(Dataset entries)

import { type KeyboardEvent, useId, useState } from "react";
import type { Problem } from "../../../shared-types/result";
import { texts } from "../../texts/texts";
import { readNumber, unitsFor } from "../read-number";

export interface OptionalNumberProps {
  readonly label: string;
  readonly unit: string;
  /** Undefined: nothing is stated, and `absent` says what stands in for it. */
  readonly value: number | undefined;
  readonly absent: string;
  /** Dotted path in the setup, by which a finding finds its field. */
  readonly setting: string;
  /** Takes a new number, undefined where the field was emptied. @returns why it was refused, empty when it was taken. */
  readonly onSet: (value: number | undefined) => readonly Problem[];
}

/** A number that need not be stated: emptied, it goes back to what stands in for it. Taken on Enter or on leaving. */
export function OptionalNumber({ label, unit, value, absent, setting, onSet }: OptionalNumberProps) {
  const id = useId();
  const [typed, setTyped] = useState<string | null>(null);
  const [refusal, setRefusal] = useState<string | null>(null);

  function restore(): void {
    setTyped(null);
    setRefusal(null);
  }
  function take(): void {
    if (typed === null) return;
    const next = typed.trim() === "" ? undefined : readNumber(typed, unitsFor(unit));
    const problems = next === null ? [{ where: setting, message: texts.bench.optional.noNumber(typed) }] : onSet(next);
    if (problems.length === 0) restore();
    else setRefusal(problems[0].message);
  }
  function onKeyDown(event: KeyboardEvent<HTMLInputElement>): void {
    if (event.key === "Enter") take();
    else if (event.key === "Escape") restore();
    else return;
    event.stopPropagation();
  }
  return (
    <div className="field">
      <label htmlFor={id}>{label}</label>
      <span className="field-box">
        <input
          id={id}
          inputMode="decimal"
          autoComplete="off"
          spellCheck={false}
          value={typed ?? (value === undefined ? "" : String(value))}
          placeholder={absent}
          data-setting={setting}
          aria-invalid={refusal !== null}
          aria-describedby={refusal === null ? undefined : `${id}-refusal`}
          onChange={(event) => setTyped(event.target.value)}
          onBlur={take}
          onKeyDown={onKeyDown}
        />
        <span className="field-unit">{unit}</span>
      </span>
      {refusal !== null && (
        <p className="field-refusal" id={`${id}-refusal`} role="alert">
          {refusal}
        </p>
      )}
    </div>
  );
}
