import type { BenchNumbers, Estimate } from "../../../shared-types/bench";
import type { Setup } from "../../../shared-types/setup";
import { percentText, shownBounded, shownNumber, withPrefix } from "./numbers";

/** One line of a card: what it is, its value with unit, and what a reader should know of it. */
export interface Readout {
  readonly term: string;
  readonly value: string;
  readonly note?: string;
}

const range = ({ low, high }: Estimate, text: (value: number) => string): string =>
  low === high ? text(low) : `${text(low)} to ${text(high)}`;
const litres = (value: number): string => (value < 1 ? `${shownNumber(value * 1000)} mL` : `${shownNumber(value)} L`);
const grams = (value: number): string => (value < 1 ? `${shownNumber(value * 1000, 2)} mg` : `${shownNumber(value, 2)} g`);

/** @returns the water: conductivity, volume, salt, freeboard, tilt, parallax. */
export function waterReadouts(setup: Setup, { water, geometry }: BenchNumbers): readonly Readout[] {
  const { trays } = setup.session;
  const dose = water.saltToTarget;
  const lines: Readout[] = [
    {
      term: `Conductivity at ${shownNumber(setup.water.temperatureC)} °C`,
      value: `${shownNumber(water.conductivitySPerM * 1e4, 4)} µS/cm`,
      note: `${water.temperatureRule}, ${percentText(water.changePerKelvin)} per kelvin${water.withinTemperatureRange ? "" : "; beyond the published table"}`,
    },
    {
      term: "Volume",
      value: litres(water.volumePerTrayL.value),
      ...(trays > 1 ? { note: `${litres(water.volumeAllTraysL.value)} for ${trays} trays` } : {}),
    },
  ];
  if (dose !== null) {
    lines.push({
      term: `Salt for ${shownNumber(dose.toUsPerCm, 5)} µS/cm`,
      value: grams(dose.perTrayG),
      note: `${trays > 1 ? `${grams(dose.allTraysG)} for ${trays} trays; ` : ""}${dose.withinData ? "NaCl, stir and measure again" : "beyond the published data"}`,
    });
  }
  const [shallow, deep] = [water.shallowestMm, water.deepestMm];
  if (shallow !== deep) lines.push({ term: "Depth at the walls", value: `${shownNumber(shallow)} to ${shownNumber(deep)} mm` });
  lines.push(
    { term: "Freeboard", value: `${shownNumber(geometry.freeboardMm)} mm` },
    {
      term: `A tilt of ${geometry.tiltDeg}°`,
      value: percentText(geometry.tiltReadingShare),
      note: `of the span, at the most; ${percentText(geometry.tiltDepthShare)} of the depth`,
    },
    {
      term: "A mark seen aslant",
      value: `${shownNumber(geometry.parallaxAt10DegMm, 2)} mm at 10°`,
      note: `${shownNumber(geometry.parallaxAt30DegMm, 2)} mm at 30°: look straight down`,
    },
  );
  return lines;
}

/** @returns the circuit: resistance, current, power, each electrode's current. */
export function circuitReadouts(setup: Setup, { circuit }: BenchNumbers): readonly Readout[] {
  const { resistanceOhm, currentA, powerW, electrodes } = circuit;
  return [
    ...(resistanceOhm === null ? [] : [{ term: "Resistance", value: `${shownBounded(resistanceOhm)} Ω` }]),
    {
      term: "Current",
      value: withPrefix(currentA.value, "A"),
      note: `${percentText(circuit.shareOfLimit)} of the supply's ${withPrefix(circuit.currentLimitA, "A")}`,
    },
    { term: "Power", value: withPrefix(powerW.value, "W") },
    ...electrodes.map((electrode) => ({
      term: setup.parts.find((part) => part.id === electrode.id)?.name || `Electrode ${electrode.id}`,
      value: withPrefix(electrode.currentA, "A"),
      // 1 mA/cm² is 10 A/m².
      note: `at the most ${shownNumber(electrode.largestCurrentDensityAPerM2 / 10, 2)} mA/cm²`,
    })),
  ];
}

/** @returns what the electrodes' surfaces take. */
export function surfaceReadouts({ interface: surface }: BenchNumbers): readonly Readout[] {
  const basis = { given: "your own value", material: "by the metal", default: "metal unknown" }[surface.basis];
  if (surface.waveform === "dc") {
    return [
      {
        term: "Lost at both electrodes",
        value: range(surface.electrodeDropVolts, (volts) => `${shownNumber(volts)} V`),
        note: `${basis}; from memory, measure it`,
      },
      { term: "Left across the water", value: `${shownNumber(surface.waterVolts.typical)} V` },
      { term: "Readings", value: "drift with time", note: "DC polarises the electrodes; AC is preferred" },
    ];
  }
  return [
    {
      term: "Lost at the surfaces",
      value: `about ${percentText(surface.shareLost.typical)}`,
      note: `${range(surface.shareLost, (share) => percentText(share))}, an estimate`,
    },
    { term: "Left across the water", value: `${shownNumber(surface.waterVolts.typical, 4)} V`, note: "the lost volts are out of step" },
    { term: "Double layer", value: `${range(surface.doubleLayerUfPerCm2, (value) => shownNumber(value))} µF/cm²`, note: basis },
    { term: "2 % are lost at", value: withPrefix(surface.frequencyForTwoPercentHz, "Hz", 2) },
  ];
}

/** @returns what meter and probe do to a reading. */
export function meterReadouts({ meter }: BenchNumbers): readonly Readout[] {
  return [
    {
      term: "Probe loaded by",
      value: percentText(meter.loadingShare),
      note: `${withPrefix(meter.tipResistanceOhm + meter.trayResistanceOhm, "Ω")} at the tip, ${withPrefix(meter.inputImpedanceOhm, "Ω")} in the meter`,
    },
    { term: "Range that fits", value: `${shownNumber(meter.rangeVolts)} V`, note: `one digit is ${withPrefix(meter.digitVolts, "V")}` },
    { term: "Accuracy at the top", value: `± ${withPrefix(meter.accuracyVolts, "V", 2)}` },
    ...(meter.medianFieldMvPerMm === null || meter.digitsPerMm === null
      ? []
      : [
          {
            term: "Field along the lines",
            value: `${shownNumber(meter.medianFieldMvPerMm)} mV/mm`,
            note: `median; ${shownNumber(meter.digitsPerMm, 2)} digits per mm`,
          },
        ]),
  ];
}

/** @returns heat over the session, and on DC the gas and the metal lost. */
export function heatAndGasReadouts(setup: Setup, { heat, gas }: BenchNumbers): readonly Readout[] {
  const lines: Readout[] = [
    {
      term: `Warmer after ${shownNumber(setup.session.minutes)} min`,
      value: `${shownNumber(heat.riseOverSessionK, 2)} K`,
      note: `at the most; the current drifts by ${percentText(heat.currentDrift)}`,
    },
    {
      term: "Evaporation",
      value: `${range(heat.evaporationMm, (value) => shownNumber(value, 2))} mm`,
      note: "and cools the water: measure its temperature",
    },
  ];
  if (gas === null) return [...lines, { term: "Gas", value: "little", note: "AC: the double layers carry the current" }];
  lines.push({
    term: "Hydrogen",
    value: `${shownNumber(gas.hydrogenMl, 2)} mL`,
    note: `${shownNumber(gas.hydrogenVolPercent, 2)} vol % in ${shownNumber(gas.hoodLitres)} L of still air; flammable from ${gas.hydrogenLimitVolPercent} vol %`,
  });
  if (gas.chlorineMl > 0) {
    lines.push({
      term: "Chlorine",
      value: `${shownNumber(gas.chlorineMl, 2)} mL`,
      note: `${shownNumber(gas.chlorineRoomPpm, 2)} ppm in the room, all trays`,
    });
  } else {
    lines.push({ term: "Oxygen", value: `${shownNumber(gas.oxygenMl, 2)} mL` });
  }
  for (const anode of gas.anodes) {
    if (anode.lostG !== null) lines.push({ term: `${anode.id} loses`, value: grams(anode.lostG), note: `${anode.material}, at the most` });
  }
  return lines;
}
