import "./bench.css";
import { useStore } from "zustand";
import type { Finding } from "../../../shared-types/plan";
import { applyRemedy } from "../../document/commands/bench";
import type { Document } from "../../document/document";
import type { Planning } from "../../document/planning";
import { texts } from "../../texts/texts";
import { ChartCard } from "./chart-card";
import { remedyWords } from "./dot";
import { FindingsList } from "./findings-list";
import { MeterCard, SessionCard, SupplyCard, SurfaceCard, WaterCard } from "./setting-cards";
import { showFinding } from "./show-finding";

const words = texts.bench;

export interface BenchDeskProps {
  readonly document: Document;
  readonly planning: Planning;
}

/** The Bench desk: the depth–voltage chart, what the rules found, and the cards of water, supply, surfaces, meter, heat and gas. */
export function BenchDesk({ document, planning }: BenchDeskProps) {
  const setup = useStore(document, (state) => state.setup);
  const plan = useStore(planning, (state) => state.plan);
  const refusal = useStore(planning, (state) => state.refusal);
  const bench = refusal === null ? (plan?.bench ?? null) : null;
  const findings = refusal?.findings ?? plan?.findings ?? [];

  const apply = (finding: Finding): void => {
    if (finding.edit === null) return;
    const words = remedyWords(finding.edit);
    document.run({ ...applyRemedy(finding.edit), label: words.charAt(0).toLowerCase() + words.slice(1) });
  };

  const cards = { document, setup, bench };
  return (
    <div className="bench-desk">
      {bench === null ? (
        <section className="card">
          <h2>{words.chart.title}</h2>
          <p className="hint">{refusal === null ? words.chart.solving : words.chart.noField(refusal.message)}</p>
        </section>
      ) : (
        <ChartCard document={document} setup={setup} bench={bench} />
      )}
      <section className="card" aria-labelledby="bench-findings-title">
        <h2 id="bench-findings-title">{words.findings.title}</h2>
        <FindingsList findings={findings} onShow={(finding) => showFinding(document, finding)} onApply={apply} />
      </section>
      <WaterCard {...cards} />
      <SupplyCard {...cards} />
      <SurfaceCard {...cards} />
      <MeterCard {...cards} />
      <SessionCard {...cards} />
    </div>
  );
}
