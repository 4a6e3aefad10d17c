import { type RefObject, useLayoutEffect, useState } from "react";

/** @returns the width of an element in px, followed as it changes, so that a chart's type stays at the size of the page's. */
export function useWidth(element: RefObject<HTMLElement | null>, before: number): number {
  const [width, setWidth] = useState(before);
  useLayoutEffect(() => {
    const measured = element.current;
    if (measured === null) return;
    const observer = new ResizeObserver(() => setWidth(Math.max(240, Math.round(measured.clientWidth))));
    observer.observe(measured);
    return () => observer.disconnect();
  }, [element]);
  return width;
}
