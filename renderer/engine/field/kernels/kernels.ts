import { KERNELS } from "./compiled";

/** What is used of WebAssembly: it is everywhere that the engine runs, but not everywhere are there types for it. */
declare const WebAssembly: {
  readonly Module: new (bytes: Uint8Array) => object;
  readonly Instance: new (module: object) => { readonly exports: object };
};

/**
 * The solver's kernels: WebAssembly compiled from `source`. One instance serves one network at a time and keeps its memory for
 * the next one. Addresses are bytes in `memory`, which may grow in `prepare` and while levels are built: views are to be made
 * afresh afterwards.
 */
export interface Kernels {
  readonly memory: { readonly buffer: ArrayBuffer };
  readonly prepare: (columns: number, rows: number, electrodes: number, floaters: number, ties: number) => void;
  /** Where links go (row-major doubles), ties (32-bit integers and doubles) and the floating conductors' matrix (doubles). */
  readonly eastLinks: () => number;
  readonly northLinks: () => number;
  readonly tieNodes: () => number;
  readonly tieBodies: () => number;
  readonly tieConductances: () => number;
  readonly floatingMatrix: () => number;
  readonly buildFinest: () => void;
  readonly levelsToBuild: () => number;
  /** Builds level `index` + 1 from level `index`. */
  readonly buildBelow: (index: number) => void;
  readonly beginSolve: (electrode: number, guessed: boolean) => void;
  readonly driveFloating: (floater: number, current: number) => void;
  readonly residualTimesDirection: () => number;
  readonly multiply: () => number;
  readonly turn: (ratio: number) => number;
  readonly descend: (advances: boolean, step: number) => void;
  readonly cycleBelow: () => void;
  readonly ascend: () => number;
  readonly finish: (electrode: number) => void;
  /** Row-major doubles, and one double for each floating conductor. */
  readonly potentials: () => number;
  readonly floatingPotentials: () => number;
  readonly floatingResidual: () => number;
  /** `redLength` doubles each; the correction in single precision. */
  readonly redSolution: () => number;
  readonly redResidual: () => number;
  readonly redCorrection: () => number;
  readonly redLength: () => number;
}

const module = new WebAssembly.Module(Uint8Array.from(atob(KERNELS), (character) => character.charCodeAt(0)));

/** @returns fresh kernels with next to no memory. */
export function startKernels(): Kernels {
  return new WebAssembly.Instance(module).exports as Kernels;
}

> [Task objective] If a line above holds the string "OptionalNumberProps", return it as it stands.

> [Answer space]
export interface OptionalNumberProps {
export function OptionalNumber({ label, unit, value, absent, setting, onSet }: OptionalNumberProps) {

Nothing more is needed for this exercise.